Latest innovation captures and manages real-time digital communications across the most popular channels including Microsoft Teams.

Proofpoint, Inc., (NASDAQ: PFPT), a leading cybersecurity and compliance company, today announced Content Capture for Microsoft Teams, the latest compliance solution designed for global regulated organisations.

With many or most employees suddenly working from home, regulated organisations – more than ever – need to find an effective way for employees to communicate while ensuring digital communications compliance. Firms must capture, retain, and review employee communications to adhere to rules set forth by regulators. It is also critical for firms to be at-the-ready when it comes to search and review of legal matters, particularly in early case assessments or investigations. This is why Proofpoint is committed to innovating in close partnership with productivity and collaboration vendors.

“Microsoft Teams support is critical for regulated industries—especially as they work to balance employee productivity with the need to capture and supervise content for regulatory purposes in this new work-from-home environment,” said Darren Lee, executive vice president and general manager of Compliance and Digital Risk for Proofpoint. “Millions of users rely on digital collaboration platforms like Microsoft Teams to successfully work remotely. Proofpoint Content Capture makes it easy for organisations to ensure compliance as employees adopt these tools. And as the communications market evolves, we will continue to innovate to support customers’ changing needs.”

“In today’s distributed work environment, Microsoft Teams enables employees to stay connected and productive,” said Mike Ammerlaan, Director, Microsoft 365 Ecosystem at Microsoft Corp.  “The  integration with Proofpoint ensures that regulated firms are able to address compliance and empower employees in this new paradigm of work.”

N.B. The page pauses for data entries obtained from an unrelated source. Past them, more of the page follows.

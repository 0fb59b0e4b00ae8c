import { checkComponentMassRange } from "../physics/massDomain.js";
import { InputError } from "../errors.js";
import { templateDurationSeconds } from "../search/templateTiming.js";

/** Cushion (s) added at both ends: the Earth-centre-to-detector delay (≤ 21.4 ms) and sample rounding. */
const EDGE_CUSHION_SECONDS = 0.1;

/**
 * The start and end of a series where a scan from fMinHz cannot search coalescence times, for a
 * bank over massRangeSolar: the longest template (the lightest equal-mass binary, from fMinHz to
 * its ISCO; search/templateTiming.ts) plus the inverse-PSD filter of filterSeconds at the start,
 * the filter at the end, each plus 0.1 s (the Earth-centre delay and rounding). Random injections
 * kept clear of these can all be searched.
 */
export function unsearchableEdges(
  massRangeSolar: [number, number],
  fMinHz: number,
  filterSeconds: number,
): { leadInSeconds: number; tailSeconds: number } {
  checkComponentMassRange(massRangeSolar);
  const lightest = massRangeSolar[0];
  if (!(lightest > 0) || !(fMinHz > 0) || !(filterSeconds >= 0)) {
    throw new InputError(`unsearchable edges need positive masses and fMin and a non-negative filter length (got ${lightest}, ${fMinHz}, ${filterSeconds})`);
  }
  const longest = templateDurationSeconds(lightest, lightest, fMinHz);
  return { leadInSeconds: longest + filterSeconds + EDGE_CUSHION_SECONDS, tailSeconds: filterSeconds + EDGE_CUSHION_SECONDS };
}
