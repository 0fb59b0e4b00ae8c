import type { Command } from "commander";

/** Registers `chirpsieve bank` (not implemented yet). */
export function registerBank(_program: Command): void {}
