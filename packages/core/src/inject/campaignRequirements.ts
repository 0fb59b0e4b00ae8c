import { InputError } from "../errors.js";
import type { InjectionOutcome } from "./campaign.js";
import type { CampaignSummary } from "./campaignSummary.js";

/** One pass/fail rule on a campaign's results. */
export type Requirement =
  | { kind: "efficiency-snr"; rule: string; threshold: number; snrMin: number }
  | { kind: "efficiency-distance"; rule: string; threshold: number; distanceMaxMpc: number }
  | { kind: "chirp-mass-error"; rule: string; threshold: number }
  | { kind: "time-error"; rule: string; threshold: number }
  | { kind: "false-candidates"; rule: string; threshold: number };

/** A rule checked against a campaign. */
export interface RequirementResult {
  rule: string;
  met: boolean;
  /** The measured value (null when there was nothing to measure, which fails the rule). */
  value: number | null;
  threshold: number;
  /** One line: what was measured and by how much it missed or met the threshold. */
  detail: string;
}

/** The rule grammar, for messages. */
export const REQUIREMENT_GRAMMAR =
  "efficiency>=X@snr>=Y, efficiency>=X@distance<=D, chirp-mass-error<=E, time-error<=T or false-candidates<=N";

const NUM = "([+]?(?:\\d+\\.?\\d*|\\.\\d+)(?:[eE][+-]?\\d+)?)";

/**
 * Parses one rule of our own small grammar (spaces allowed around the symbols):
 * `efficiency>=X@snr>=Y` (found fraction of injections with optimal SNR ≥ Y is at least X),
 * `efficiency>=X@distance<=D` (of injections within D Mpc), `chirp-mass-error<=E` (median
 * absolute relative chirp-mass error), `time-error<=T` (median absolute coalescence-time error,
 * s), `false-candidates<=N` (candidates matched to no injection).
 */
export function parseRequirement(text: string): Requirement {
  const rule = String(text).replace(/\s+/g, "");
  let m = new RegExp(`^efficiency>=${NUM}@snr>=${NUM}$`).exec(rule);
  if (m) {
    const threshold = Number(m[1]);
    if (threshold > 1) throw new InputError(`requirement "${text}": efficiency must be at most 1 (got ${m[1]})`);
    return { kind: "efficiency-snr", rule, threshold, snrMin: Number(m[2]) };
  }
  m = new RegExp(`^efficiency>=${NUM}@distance<=${NUM}$`).exec(rule);
  if (m) {
    const threshold = Number(m[1]);
    if (threshold > 1) throw new InputError(`requirement "${text}": efficiency must be at most 1 (got ${m[1]})`);
    if (!(Number(m[2]) > 0)) throw new InputError(`requirement "${text}": distance must be positive`);
    return { kind: "efficiency-distance", rule, threshold, distanceMaxMpc: Number(m[2]) };
  }
  m = new RegExp(`^(chirp-mass-error|time-error|false-candidates)<=${NUM}$`).exec(rule);
  if (m) {
    const threshold = Number(m[2]);
    if (m[1] === "false-candidates" && !Number.isInteger(threshold)) {
      throw new InputError(`requirement "${text}": false-candidates needs a whole number`);
    }
    return { kind: m[1] as "chirp-mass-error" | "time-error" | "false-candidates", rule, threshold };
  }
  throw new InputError(`requirement "${text}" is not understood; expected ${REQUIREMENT_GRAMMAR}`);
}

function fmt(x: number): string {
  return Number.isInteger(x) ? String(x) : x.toPrecision(4).replace(/\.?0+$/, "");
}

function atLeast(r: Requirement, value: number | null, what: string): RequirementResult {
  if (value === null) return { rule: r.rule, met: false, value, threshold: r.threshold, detail: `${what}: nothing to measure` };
  const met = value >= r.threshold;
  const diff = Math.abs(value - r.threshold);
  return { rule: r.rule, met, value, threshold: r.threshold, detail: `${what} is ${fmt(diff)} ${met ? "above" : "below"} ${fmt(r.threshold)}` };
}

function atMost(r: Requirement, value: number | null, what: string): RequirementResult {
  if (value === null) return { rule: r.rule, met: false, value, threshold: r.threshold, detail: `${what}: nothing to measure` };
  const met = value <= r.threshold;
  const diff = Math.abs(value - r.threshold);
  return { rule: r.rule, met, value, threshold: r.threshold, detail: `${what} is ${fmt(diff)} ${met ? "below" : "above"} ${fmt(r.threshold)}` };
}

function efficiencyOf(outcomes: readonly InjectionOutcome[], keep: (o: InjectionOutcome) => boolean): { found: number; total: number } {
  const sel = outcomes.filter(keep);
  return { found: sel.filter((o) => o.found).length, total: sel.length };
}

/** Checks each rule against the campaign's outcomes and summary. */
export function evaluateRequirements(
  requirements: readonly Requirement[],
  outcomes: readonly InjectionOutcome[],
  summary: CampaignSummary,
): RequirementResult[] {
  return requirements.map((r) => {
    switch (r.kind) {
      case "efficiency-snr": {
        const { found, total } = efficiencyOf(outcomes, (o) => o.optimalSnr >= r.snrMin);
        const v = total ? found / total : null;
        return atLeast(r, v, `efficiency ${v === null ? "-" : fmt(v)} (${found} of ${total} injections with optimal SNR ≥ ${fmt(r.snrMin)})`);
      }
      case "efficiency-distance": {
        const { found, total } = efficiencyOf(outcomes, (o) => o.distanceMpc <= r.distanceMaxMpc);
        const v = total ? found / total : null;
        return atLeast(r, v, `efficiency ${v === null ? "-" : fmt(v)} (${found} of ${total} injections within ${fmt(r.distanceMaxMpc)} Mpc)`);
      }
      case "chirp-mass-error": {
        const v = summary.chirpMassError?.medianAbsolute ?? null;
        return atMost(r, v, `median |chirp-mass error| ${v === null ? "-" : fmt(v)}`);
      }
      case "time-error": {
        const v = summary.timeErrorSeconds?.medianAbsolute ?? null;
        return atMost(r, v, `median |time error| ${v === null ? "-" : `${fmt(v)} s`}`);
      }
      case "false-candidates":
        return atMost(r, summary.falseCandidates, `${summary.falseCandidates} false candidate(s)`);
    }
  });
}
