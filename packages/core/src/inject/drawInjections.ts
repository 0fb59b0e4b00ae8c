import seedrandom from "seedrandom";
import { InputError } from "../errors.js";
import { checkComponentMassRange } from "../physics/massDomain.js";
import { type Detector, SITE_A } from "../waveform/antenna.js";
import { taylorT4Duration, taylorT4Evolution } from "../waveform/taylorT4Evolution.js";
import { type Injection } from "./injection.js";
import { type PsdLike, optimalSnr } from "./optimalSnr.js";

/** Options for {@link drawInjections}. Give exactly one of distanceMpc and snrRange. */
export interface InjectionPopulationOptions {
  /** Number of injections. */
  count: number;
  /** Both component masses are drawn uniformly in [min, max], M_sun. */
  massRangeSolar: [number, number];
  /** Distance range [min, max], Mpc, drawn uniformly in volume (p(D) ∝ D²). */
  distanceMpc?: [number, number];
  /** Target optimal SNR range [min, max], drawn uniformly; the distance is scaled to hit it. */
  snrRange?: [number, number];
  /** Seed of the draws (seedrandom); the same seed and options give the same injections. */
  seed: string | number;
  /** Start (s, file time base) and duration (s) of the series the injections go into. */
  startTime?: number;
  duration: number;
  /** GW frequency (Hz) where the injected chirps start: sets each chirp's duration. */
  fMinHz: number;
  /** Needed to compute optimal SNRs (required with snrRange; optional otherwise). */
  psd?: PsdLike;
  sampleRate?: number;
  /** Detector for the SNRs (default the invented "site-a"). */
  detector?: Detector;
  /** Minimum gap (s) between one coalescence and the start of the next chirp (default 2). */
  gapSeconds?: number;
  /** No coalescence within this many seconds of either end of the series (default 2). */
  marginSeconds?: number;
}

/** Largest plane-wave delay between the Earth's centre and a detector on its surface, s (R_earth / c, rounded up). */
const MAX_EARTH_DELAY = 0.0214;

function checkRange(name: string, r: unknown, lowest: number): [number, number] {
  if (!Array.isArray(r) || r.length !== 2 || !r.every((x) => typeof x === "number" && Number.isFinite(x))) {
    throw new InputError(`${name} must be two finite numbers [min, max]`);
  }
  const [lo, hi] = r as [number, number];
  if (!(lo > lowest) || !(hi >= lo)) throw new InputError(`${name} must satisfy ${lowest} < min ≤ max (got ${lo}, ${hi})`);
  return [lo, hi];
}

/**
 * Draws a seeded random population of inspirals for a series [startTime, startTime + duration):
 * - component masses uniform in massRangeSolar (primaryMass is the larger);
 * - distance uniform in volume in distanceMpc, D = (D₁³ + u (D₂³ − D₁³))^{1/3}; or, with snrRange,
 *   a target SNR ρ uniform in the range and D = D_ref ρ_ref / ρ (optimal SNR ∝ 1/D), where ρ_ref is
 *   the optimal SNR at D_ref = 1 Mpc;
 * - isotropic orientation and sky: cos ι, sin δ uniform in [−1, 1], α uniform in [0, 2π),
 *   ψ uniform in [0, π), phase uniform in [0, 2π);
 * - coalescence times in order, none within marginSeconds of either end, and spaced so chirps do
 *   not overlap: t_{k+1} − t_k ≥ d_{k+1} + gapSeconds + 2·21.4 ms, with d the TaylorT4 duration
 *   of chirp k+1 from fMinHz to the ISCO (the 21.4 ms covers the Earth-centre-to-detector delay).
 *   The slack left after those minimum spacings is shared out by sorted uniform draws. The first
 *   chirp may begin before the series (only its overlapping part is injected).
 * Draw order (so the stream is reproducible): all masses, then per injection the distance (or
 * SNR), cos ι, α, sin δ, ψ and phase, then the placement offsets.
 * optimalSnr is filled in when `psd` and `sampleRate` are given.
 */
export function drawInjections(options: InjectionPopulationOptions): Injection[] {
  const o = options;
  if (!Number.isInteger(o.count) || o.count < 0) throw new InputError(`count must be a non-negative integer (got ${o.count})`);
  const [mLo, mHi] = checkRange("massRangeSolar", o.massRangeSolar, 0);
  checkComponentMassRange(o.massRangeSolar);
  if ((o.distanceMpc === undefined) === (o.snrRange === undefined)) {
    throw new InputError("give exactly one of distanceMpc and snrRange");
  }
  const dRange = o.distanceMpc === undefined ? undefined : checkRange("distanceMpc", o.distanceMpc, 0);
  const sRange = o.snrRange === undefined ? undefined : checkRange("snrRange", o.snrRange, 0);
  const startTime = o.startTime ?? 0;
  if (!Number.isFinite(startTime)) throw new InputError(`startTime must be a finite number (got ${startTime})`);
  if (!(o.duration > 0) || !Number.isFinite(o.duration)) throw new InputError(`duration must be a positive number of seconds (got ${o.duration})`);
  if (!(o.fMinHz > 0) || !Number.isFinite(o.fMinHz)) throw new InputError(`fMinHz must be a positive number (got ${o.fMinHz})`);
  const gap = o.gapSeconds ?? 2;
  const margin = o.marginSeconds ?? 2;
  if (!(gap >= 0) || !(margin >= 0)) throw new InputError(`gapSeconds and marginSeconds must be non-negative (got ${gap}, ${margin})`);
  const wantSnr = o.psd !== undefined && o.sampleRate !== undefined;
  if (sRange && !wantSnr) throw new InputError("snrRange needs psd and sampleRate to compute optimal SNRs");
  if (wantSnr && (!(o.sampleRate! > 0) || !Number.isFinite(o.sampleRate!))) {
    throw new InputError(`sampleRate must be a positive number (got ${o.sampleRate})`);
  }
  const detector = o.detector ?? SITE_A;
  const rng = seedrandom(String(o.seed));
  const n = o.count;

  const masses: [number, number][] = [];
  for (let k = 0; k < n; k++) {
    const a = mLo + (mHi - mLo) * rng();
    const b = mLo + (mHi - mLo) * rng();
    masses.push(a >= b ? [a, b] : [b, a]);
  }
  const durations = masses.map(([a, b]) => {
    const fIsco = taylorT4Evolution(a, b).fIscoHz;
    if (o.fMinHz >= fIsco) {
      throw new InputError(`fMinHz ${o.fMinHz} Hz is not below the ISCO frequency (${fIsco.toFixed(1)} Hz) of a ${a.toFixed(2)}+${b.toFixed(2)} M_sun binary`);
    }
    return taylorT4Duration(a, b, o.fMinHz);
  });

  const drawn = masses.map(([m1, m2]) => {
    const level = dRange
      ? Math.cbrt(dRange[0] ** 3 + rng() * (dRange[1] ** 3 - dRange[0] ** 3))
      : sRange![0] + (sRange![1] - sRange![0]) * rng();
    const cosIota = 2 * rng() - 1;
    const rightAscension = 2 * Math.PI * rng();
    const sinDec = 2 * rng() - 1;
    const polarization = Math.PI * rng();
    const phase = 2 * Math.PI * rng();
    return { m1, m2, level, inclination: Math.acos(cosIota), rightAscension, declination: Math.asin(sinDec), polarization, phase };
  });

  // Placement: minimum spacings, then the slack shared out by sorted uniforms.
  const spacing = durations.map((d) => d + gap + 2 * MAX_EARTH_DELAY);
  let need = 0;
  for (let k = 1; k < n; k++) need += spacing[k];
  const available = o.duration - 2 * margin;
  if (n > 0 && need > available) {
    throw new InputError(
      `duration ${o.duration} s is too short for ${n} non-overlapping chirps from ${o.fMinHz} Hz (needs ${Math.ceil(need + 2 * margin)} s); ` +
        "use a longer duration, a higher fMin, heavier masses or fewer injections",
    );
  }
  const slack = available - need;
  const offsets = Array.from({ length: n }, () => slack * rng()).sort((x, y) => x - y);
  const injections: Injection[] = [];
  let base = startTime + margin;
  for (let k = 0; k < n; k++) {
    if (k > 0) base += spacing[k];
    const d = drawn[k];
    const inj: Injection = {
      primaryMass: d.m1,
      secondaryMass: d.m2,
      coalescenceTime: base + offsets[k],
      distance: dRange ? d.level : 1,
      inclination: d.inclination,
      rightAscension: d.rightAscension,
      declination: d.declination,
      polarization: d.polarization,
      phase: d.phase,
    };
    if (wantSnr) {
      const snr = optimalSnr(inj, o.psd!, o.sampleRate!, o.fMinHz, detector);
      if (sRange) {
        if (!(snr > 0)) throw new InputError(`injection ${k}: its signal has no power above ${o.fMinHz} Hz, so no distance gives the target SNR`);
        inj.distance = snr / d.level; // reference distance 1 Mpc: D = 1 Mpc × ρ_ref / ρ
        inj.optimalSnr = d.level;
      } else {
        inj.optimalSnr = snr;
      }
    }
    injections.push(inj);
  }
  return injections;
}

Proofpoint provides the following benefits for Teams capture:

  • Capture messages and content in native format, including text, images, and more
  • Preserve the original context of messages and content at point of capture and in transport
  • Record edits and deletions of captured content
  • Ensure what you’ve captured is stored with complete accuracy

Proofpoint’s Capture platform, which hosts Content Capture for Teams, enables organisations to capture, manage, and monitor a diverse set of the most popular digital communications channels. With Proofpoint, organisations can comply with regulations such as those set forth by the FCA, FINRA, IIROC, SEC and beyond. Proofpoint Capture also seamlessly integrates with the broader Proofpoint compliance portfolio, including the award-winning Enterprise Archive, Intelligent Supervision, and eDiscovery Analytics.